Camille Pissarro Kimdir ?

Camille Pissaro Biyografi 

DANİMARKALI-FRANSIZ RESSAM VE BASKICI

Doğum: 10 Temmuz 1830 – St. Thomas, Danimarka Batı Hint Adaları

Ölüm: 13 Kasım 1903 – Paris, Fransa

Camille Pissarro’nun Biyografisi

Jacob Abraham Camille Pissarro, Yahudi-Portekizli bir ailede doğdu ve ABD Virgin Adaları’ndaki St. Thomas’ta, ardından Danimarka Batı Hint Adaları’nda büyüdü. Ebeveynleri Frederic Pissarro ve Rachel Petit, mütevazı bir genel donanım işletmesine sahipti ve dört oğlunu aile ticaretini sürdürmeye teşvik etti. 1842’de Pissarro, eğitimini tamamlamak için Fransa’nın Paris yakınlarındaki Passy’deki bir yatılı okula gönderildi.
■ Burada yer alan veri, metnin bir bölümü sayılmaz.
def _run(store: SurveyStore, todo: list[tuple[str, Any]], summary: SurveySummary, opts: dict[str, Any],
         report_dir: str | None, report_writer: Callable[[Any, Path], Any] | None, *, time_limit: float | None, memory_limit: float | None, engine: str,
         scheduler: str | None, batch_size: int, quiet: bool, prefilter: bool = False) -> None:
    """Run the engine over ``todo``, committing finished files batch by batch."""
    from tqdm import tqdm

    if engine == "dask":
        runner: Any = DaskEngine(summary.workers, scheduler, time_limit, memory_limit)
    else:
        runner = ProcessPool(summary.workers, time_limit, memory_limit)
    # workers read absolute paths (a Dask worker has its own working folder); rows keep the paths as given
    tasks = [(os.path.abspath(path), opts, report_dir, report_writer, path, prefilter) for path, _ in todo]
    buf: list[dict[str, Any]] = []
    keys: list[Any] = []
    weight = 0.0  # analysed files count 1, files set aside by the prefilter _SET_ASIDE_WEIGHT
    last = time.monotonic()
    bar = tqdm(total=len(todo), unit="file", file=sys.stderr, disable=quiet, dynamic_ncols=True,
               desc="survey")

    def flush() -> None:
        nonlocal buf, keys, last, weight
        batch, batch_keys = buf, keys
        buf, keys, last, weight = [], [], time.monotonic(), 0.0  # emptied first: a failed commit is never replayed
        store.commit(batch, batch_keys)

    try:
        for result in runner.run(analyse_file, tasks):
            path, key = todo[result.index]
            o = _outcome(result, path)
            _log_outcome(o)
            if o["status"] == "ok":
                summary.n_ok += 1
            elif o["status"] == NO_CANDIDATE:
                summary.n_no_candidate += 1
            else:
                summary.n_failed += 1
                if o["failure"]["reason"] == "error" and "traceback" in o:
                    summary.n_unexpected += 1
            buf.append(o)
            keys.append(key)
            weight += _SET_ASIDE_WEIGHT if o["status"] == NO_CANDIDATE else 1.0
            if weight >= batch_size or time.monotonic() - last > _FLUSH_SECONDS:
                flush()
            bar.update(1)
            bar.set_postfix({"ok": summary.n_ok, "failed": summary.n_failed}, refresh=False)
    finally:
        if buf:
            flush()
        bar.close()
Sanatsal ilgileri, onu doğrudan doğadan yararlanmaya ve çizimlerinde doğrudan gözlemi kullanmaya, her nesneyi ampirik olarak en gerçek biçimine getirmeye teşvik eden okul müdürü Mösyö Savary sayesinde ortaya çıkmaya başladı. Pissarro, 17 yaşında, aile işine dalmak için St. Thomas’a döndü; ancak,

 

Erken Eğitim

1850’lerin başında, Pissarro, Danimarkalı ressam Fritz Melbye ile tanıştıktan sonra, Melbye’yi Caracas, Venezuela’ya kadar takip ettikten ve ressam olmaya karar verdikten sonra aile işini bıraktı. Bu hareket, Pissarro’nun kariyeri boyunca asla terk etmeyeceği adanmış bir bağımsızlığın işaretidir; Tamamen kendi kendini eğitmemiş olsa da büyük ölçüde Pissarro sanatına olan bağlılığında taviz vermiyordu, bu sürekli yoksulluğuna katkıda bulunan önemli bir faktördü. 1855’te Pissarro, Eugène Delacroix , Jean-Baptiste-Camille Corot , Gustave Courbet , Charles-François Daubigny ve Jean-François Millet’in sanat eserlerine maruz kaldığı Paris’e döndü.Exposition Universelle’de ve 1856’da École des Beaux-Arts’ta özel derslere katılmaya başladığı yer. Kendisini Salon’a teslim olmaya teşvik eden Corot ile çalışmaya başladı. 1859’da Academie Suisse’de ders alan Pissarro, ömür boyu en yakın arkadaşlarından biri olacak olan Cézanne ile tanıştı. 1861’de Pissarro, Musée du Louvre’a bir kopyacı olarak kaydoldu ve aynı sıralarda Burgonya bölgesindeki bir bağ sahibinin kızı Julie Vellay ile tanıştı. 1871’de Londra’da evlendiler ve sonunda sekiz çocukları oldu. Kızı Jeanne-Rachel (“Minette” lakaplı) hastalandı ve 1874’te sekiz yaşında tüberkülozdan öldü.

Camille Pissarro Kimdir ?

Pissarro, 1860’ların sonlarında Salon’a başvurmaya başladı. O on yılın manzaraları, on sekizinci yüzyıl Fransız ustalarının kompozisyon teknikleri hakkındaki derin bilgisini ve bunlara maruz kalmasını yansıtıyor. Ancak, bu yıllarda Pissarro da Empresyonist çevreyle yakınlaştı. Paris’te bir stüdyo tutarak, zamanını Paris’in yaklaşık 12 mil batısında, İzlenimciler tarafından tercih edilen kırsal bir bölge olan Louveciennes’de geçirmeyi tercih etti. Orada, kentsel ortamdan uzakta, açık havada resim yaptı.köylü konularını doğal ortamlarda betimleyen ve mevsimlerin değişmesiyle oluşan ışık efektlerine ve atmosferik koşullara odaklanan. Sanatındaki bu yeni kaygılar, daha saf bir Empresyonist olgun üslupla sonuçlandı. Pissarro, 1859’da resmi Salon’da kabul edilen eserleri olmasına rağmen, 1860’larda Édouard Manet’nin muhalif çevresiyle birlikte Salon des Refusés’de sergileyecekti, bu, 1874’teki ilk İzlenimci sergiye yaptığı katkıların önemli bir öncülü.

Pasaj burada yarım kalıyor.